> Dataset records
"""A second invented soft-tissue mechanism, written so that no family of priors contains it.

    d(t) = s · (bulge · B(θ) + slide · S(θ) + turn · (ρ − ρ₀)) + s · gain · x(t)

B: logistic in knee flexion θ with the subject's own onset and width, so nonlinear in what differs
between subjects; S: saturating slide of the skin towards the knee, which dies out exponentially with
distance from it; ρ: internal rotation, which drags the skin round the segment; s: one lognormal tissue
factor for a subject's whole artifact; x: offset of a wobbling mass on a damped spring,

    x″ + 2ζωx′ + ω²x = −a(t),

driven by the acceleration a of the segment and by an impact at every foot strike. B, S, ρ − ρ₀ and x
are zero in the static trial.

Simplifications, on purpose: the mass hangs from the middle of its segment and feels neither gravity nor
the turning of the frame; the hip drags no skin; the spring is linear and alike in all directions.
Frequencies of 4–8 Hz and a damping of 0.2–0.4 are common practice, no source. Bone truth comes in windows
of 20–80 frames, none to three a trial. Conventions: docs/conventions.md.
"""

from __future__ import annotations

from collections.abc import Sequence
from dataclasses import dataclass, replace

import numpy as np
from numpy.random import Generator
from scipy.signal import cont2discrete, lfilter, lfilter_zi

from sta_prior.checks import BoolArray, FloatArray, nearest
from sta_prior.errors import InputError, message
from sta_prior.se3 import rotation_of, transform_points

MECHANISMS = ("drives", "bulge-slide-wobble")
TISSUE_SD = 0.25
"""Spread of the logarithm of the tissue factor in this mechanism."""

FREQUENCY_RANGE = (4.0, 8.0)  # Hz
DAMPING_RANGE = (0.2, 0.4)  # of the critical one
FEWEST_FRAMES, MOST_FRAMES = 20, 80  # of bone truth in one window
HIDDEN_SHARE = 1 / 3  # trials in which one or two markers are lost for a while
_WINDOW_COUNT_SHARE = (0.15, 0.35, 0.30, 0.20)  # none to three windows a trial
_DEGREE = np.pi / 180.0
_SLIDE_ANGLE = 45.0 * _DEGREE
_IMPACT_TIME = 0.025  # s
_FINE_STEP = 1e-3  # s, of the spring's integration


@dataclass(frozen=True)
class AverageTissue:
    """What the subjects of a population have in common on one segment.

    Attributes
    ----------
    knee, middle : m, height of the knee and of the segment's middle in the bone frame
    belly, belly_length : m, height of the muscle belly and its spread along the segment
    bulge, slide : m, outward at full bulge, along the segment at full slide beside the knee
    slide_length : m, distance over which the slide dies out
    turn : unitless, part of the rotation that the skin beside the knee does not follow
    onset, width : rad, of the bulge in flexion
    wobble : unitless, part of the mass's offset that a marker in the middle shows
    impact : m/s², peak acceleration at foot strike
    """

    knee: float
    middle: float
    belly: float
    belly_length: float
    bulge: float
    slide: float
    slide_length: float
    turn: float
    onset: float
    width: float
    wobble: float
    impact: float


@dataclass(frozen=True)
class SegmentTissue:
    """One subject's tissue on one segment of m markers, tissue factor included.

    Attributes
    ----------
    bulge : shape (m, 3), m, bone frame, displacement at full bulge
    slide : shape (m, 3), m, the same at full slide
    turn : shape (m, 3), m/rad, by internal rotation
    gain : shape (m,), unitless, part of the wobbling mass's offset
    onset, width : rad, of the bulge in flexion
    frequency, damping : Hz, and share of the critical damping
    impact : m/s², peak acceleration at foot strike
    middle : m, height of the mass in the bone frame
    """

    bulge: FloatArray
    slide: FloatArray
    turn: FloatArray
    gain: FloatArray
    onset: float
    width: float
    frequency: float
    damping: float
    impact: float
    middle: float


AVERAGE = (
    AverageTissue(
        knee=-0.42, middle=-0.22, belly=-0.22, belly_length=0.13, bulge=0.014, slide=-0.018,
        slide_length=0.14, turn=0.30, onset=38 * _DEGREE, width=11 * _DEGREE, wobble=0.5, impact=25.0,
    ),
    AverageTissue(
        knee=0.40, middle=0.24, belly=0.27, belly_length=0.09, bulge=0.004, slide=0.007,
        slide_length=0.12, turn=0.12, onset=32 * _DEGREE, width=10 * _DEGREE, wobble=0.2, impact=40.0,
    ),
)  # fmt: skip
"""Thigh and shank before scaling to the sizes asked for; invented."""


def check_mechanism(mechanism: str) -> str:
    """Return the name of a mechanism; InputError with the nearest known name otherwise."""
    if mechanism not in MECHANISMS:
        known = ", ".join(MECHANISMS)
        raise InputError(
            message("mechanism", f"expected one of {known}, got {mechanism}", nearest(mechanism, MECHANISMS))
        )
    return mechanism


def draw_average(generator: Generator) -> tuple[AverageTissue, AverageTissue]:
    """Draw what a population has in common on thigh and shank: AVERAGE, each size within about 20 %."""

    def vary(average: AverageTissue) -> AverageTissue:
        factor = np.exp(0.2 * generator.standard_normal(5))
        return replace(
            average,
            bulge=average.bulge * float(factor[0]),
            slide=average.slide * float(factor[1]),
            turn=average.turn * float(factor[2]),
            onset=average.onset * float(np.sqrt(factor[3])),
            width=average.width * float(np.sqrt(factor[4])),
        )

    thigh, shank = (vary(average) for average in AVERAGE)
    return thigh, shank


def draw_tissue(
    average: AverageTissue, markers: FloatArray, tissue_factor: float, generator: Generator
) -> SegmentTissue:
    """Draw one subject's tissue on one segment.

    Parameters
    ----------
    average : of the population
    markers : shape (m, 3), m, bone frame, the subject's reference positions
    tissue_factor : unitless, multiplies the whole artifact
    generator : source of all randomness

    Returns
    -------
    SegmentTissue.
    """
    count = markers.shape[0]
    outward = markers * np.array([1.0, 0.0, 1.0])
    outward /= np.linalg.norm(outward, axis=1, keepdims=True)
    around = np.stack([outward[:, 2], np.zeros(count), -outward[:, 0]], axis=1)
    along = np.array([0.0, 1.0, 0.0])

    # Muscles lie differently under the same marker: tilt of the bulge and of the slide, rad.
    bulge_tilt, slide_tilt = np.array([0.5, 0.35]) * generator.standard_normal(2)
    sizes = np.exp(np.array([0.35, 0.40, 0.25]) * generator.standard_normal(3))
    local = np.exp(0.15 * generator.standard_normal((2, count)))
    belly = average.belly + 0.03 * generator.standard_normal()
    profile = np.exp(-0.5 * ((markers[:, 1] - belly) / average.belly_length) ** 2)
    decay = np.exp(-np.abs(markers[:, 1] - average.knee) / (average.slide_length * sizes[2]))
    bulge_direction = np.cos(bulge_tilt) * outward + np.sin(bulge_tilt) * around
    slide_direction = np.cos(slide_tilt) * along + np.sin(slide_tilt) * around
    radius = np.linalg.norm(markers[:, [0, 2]], axis=1)
    turn = average.turn * (1.0 + 0.4 * generator.standard_normal())
    depth = np.exp(0.25 * generator.standard_normal()) * (0.5 + 0.5 * profile)
    return SegmentTissue(
        bulge=tissue_factor * average.bulge * sizes[0] * (local[0] * profile)[:, None] * bulge_direction,
        slide=tissue_factor * average.slide * sizes[1] * (local[1] * decay)[:, None] * slide_direction,
        turn=tissue_factor * turn * (decay * radius)[:, None] * around,
        gain=tissue_factor * average.wobble * depth,
        onset=float(average.onset + 10 * _DEGREE * np.clip(generator.standard_normal(), -2, 2)),
        width=float(average.width * np.exp(0.25 * generator.standard_normal())),
        frequency=float(generator.uniform(*FREQUENCY_RANGE)),
        damping=float(generator.uniform(*DAMPING_RANGE)),
        impact=float(average.impact * np.exp(0.25 * generator.standard_normal())),
        middle=average.middle,
    )


def bulge_and_slide(tissue: SegmentTissue, angles: FloatArray, reference_angles: FloatArray) -> FloatArray:
    """Artifact that the knee angles explain.

    Parameters
    ----------
    tissue : of the subject
    angles : shape (..., 3), rad, knee flexion, adduction, internal rotation
    reference_angles : shape (3,), rad

    Returns
    -------
    shape (..., m, 3), m, bone frame; exactly zero at the reference angles.
    """

    def drive(angle: FloatArray) -> FloatArray:
        bulge = 1.0 / (1.0 + np.exp(-(angle[..., 0] - tissue.onset) / tissue.width))
        return np.stack([bulge, np.tanh(angle[..., 0] / _SLIDE_ANGLE), angle[..., 2]], axis=-1)

    change = drive(angles) - drive(reference_angles)
    return np.asarray(
        np.einsum("...k,kmi->...mi", change, np.stack([tissue.bulge, tissue.slide, tissue.turn]))
    )


def wobble(
    tissue: SegmentTissue,
    lab_from_bone: FloatArray,
    time: FloatArray,
    strikes: Sequence[float],
    generator: Generator,
) -> FloatArray:
    """Offset of the markers with the wobbling mass.

    Parameters
    ----------
    tissue : of the subject
    lab_from_bone : shape (n, 4, 4), true poses of the segment
    time : shape (n,), s, evenly spaced
    strikes : s, instants of foot strike
    generator : source of the impacts' variation, 20 % from strike to strike

    Returns
    -------
    shape (n, m, 3), m, bone frame.
    """
    step = float(time[1] - time[0])
    middle = transform_points(lab_from_bone, np.array([[0.0, tissue.middle, 0.0]]))[:, 0]
    acceleration = np.gradient(np.gradient(middle, step, axis=0), step, axis=0)
    # One-sided differences at the ends are rough: hold the nearest central one.
    acceleration[:2], acceleration[-2:] = acceleration[2], acceleration[-3]
    fine = time[0] + _FINE_STEP * np.arange(round((time[-1] - time[0]) / _FINE_STEP) + 1)
    drive = np.stack([np.interp(fine, time, acceleration[:, axis]) for axis in range(3)], axis=1)
    for strike in strikes:
        share = (fine - strike) / _IMPACT_TIME
        pulse = np.where((share >= 0) & (share <= 1), np.sin(np.pi * np.clip(share, 0, 1)), 0.0)
        peak = tissue.impact * np.exp(0.2 * generator.standard_normal())
        drive += peak * pulse[:, None] * np.array([-0.3, 1.0, 0.0])
    nearest_frame = np.clip(np.round((fine - time[0]) / step).astype(int), 0, time.size - 1)
    felt = np.einsum("nji,nj->ni", rotation_of(lab_from_bone)[nearest_frame], drive)
    offset = spring_response(-felt, _FINE_STEP, tissue.frequency, tissue.damping)
    shown = np.stack([np.interp(time, fine, offset[:, axis]) for axis in range(3)], axis=1)
    return np.asarray(tissue.gain[:, None] * shown[:, None, :], dtype=np.float64)


def spring_response(force: FloatArray, step: float, frequency: float, damping: float) -> FloatArray:
    """Solve x″ + 2ζωx′ + ω²x = f along the first axis, from the resting place of the first force.

    Parameters
    ----------
    force : shape (n, ...), m/s², held between samples
    step : s
    frequency : Hz, of the undamped spring
    damping : ζ, share of the critical one

    Returns
    -------
    shape (n, ...), m.
    """
    rate = 2 * np.pi * frequency
    numerator, denominator, _ = cont2discrete(([1.0], [1.0, 2 * damping * rate, rate**2]), step, method="zoh")
    start = lfilter_zi(numerator[0], denominator)
    at_rest = start.reshape(-1, *([1] * (force.ndim - 1))) * force[:1]
    response, _ = lfilter(numerator[0], denominator, force, axis=0, zi=at_rest)
    return np.asarray(response, dtype=np.float64)


def strikes_of(activity: str, cycles: Sequence[tuple[float, float]]) -> tuple[float, ...]:
    """Instants of foot strike, s: the starts and ends of whole cycles; a lift has none."""
    if activity == "parcel-lift":
        return ()
    return tuple(sorted({instant for cycle in cycles for instant in cycle}))


def scattered_windows(frames: int, generator: Generator) -> BoolArray:
    """In view of the imaging system, shape (n,): none to three windows of 20–80 frames, anywhere."""
    inside = np.zeros(frames, dtype=np.bool_)
    count = int(generator.choice(len(_WINDOW_COUNT_SHARE), p=_WINDOW_COUNT_SHARE))
    for _ in range(count):
        length = int(generator.integers(FEWEST_FRAMES, MOST_FRAMES + 1))
        start = int(generator.integers(0, frames - length + 1))
        inside[start : start + length] = True
    return inside


def scaled(average: AverageTissue, systematic: float, wobbling: float) -> AverageTissue:
    """The same tissue with bulge, slide and turn times one factor and wobble times another."""
    return replace(
        average,
        bulge=systematic * average.bulge,
        slide=systematic * average.slide,
        turn=systematic * average.turn,
        wobble=wobbling * average.wobble,
    )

> Required action
Could you set down, word for word, only the lines above from the line with "slide_length=0.14, turn=0.30, onset=38" to the line with "if mechanism not", including both?

> Task response
        slide_length=0.14, turn=0.30, onset=38 * _DEGREE, width=11 * _DEGREE, wobble=0.5, impact=25.0,
    ),
    AverageTissue(
        knee=0.40, middle=0.24, belly=0.27, belly_length=0.09, bulge=0.004, slide=0.007,
        slide_length=0.12, turn=0.12, onset=32 * _DEGREE, width=10 * _DEGREE, wobble=0.2, impact=40.0,
    ),
)  # fmt: skip
"""Thigh and shank before scaling to the sizes asked for; invented."""


def check_mechanism(mechanism: str) -> str:
    """Return the name of a mechanism; InputError with the nearest known name otherwise."""
    if mechanism not in MECHANISMS:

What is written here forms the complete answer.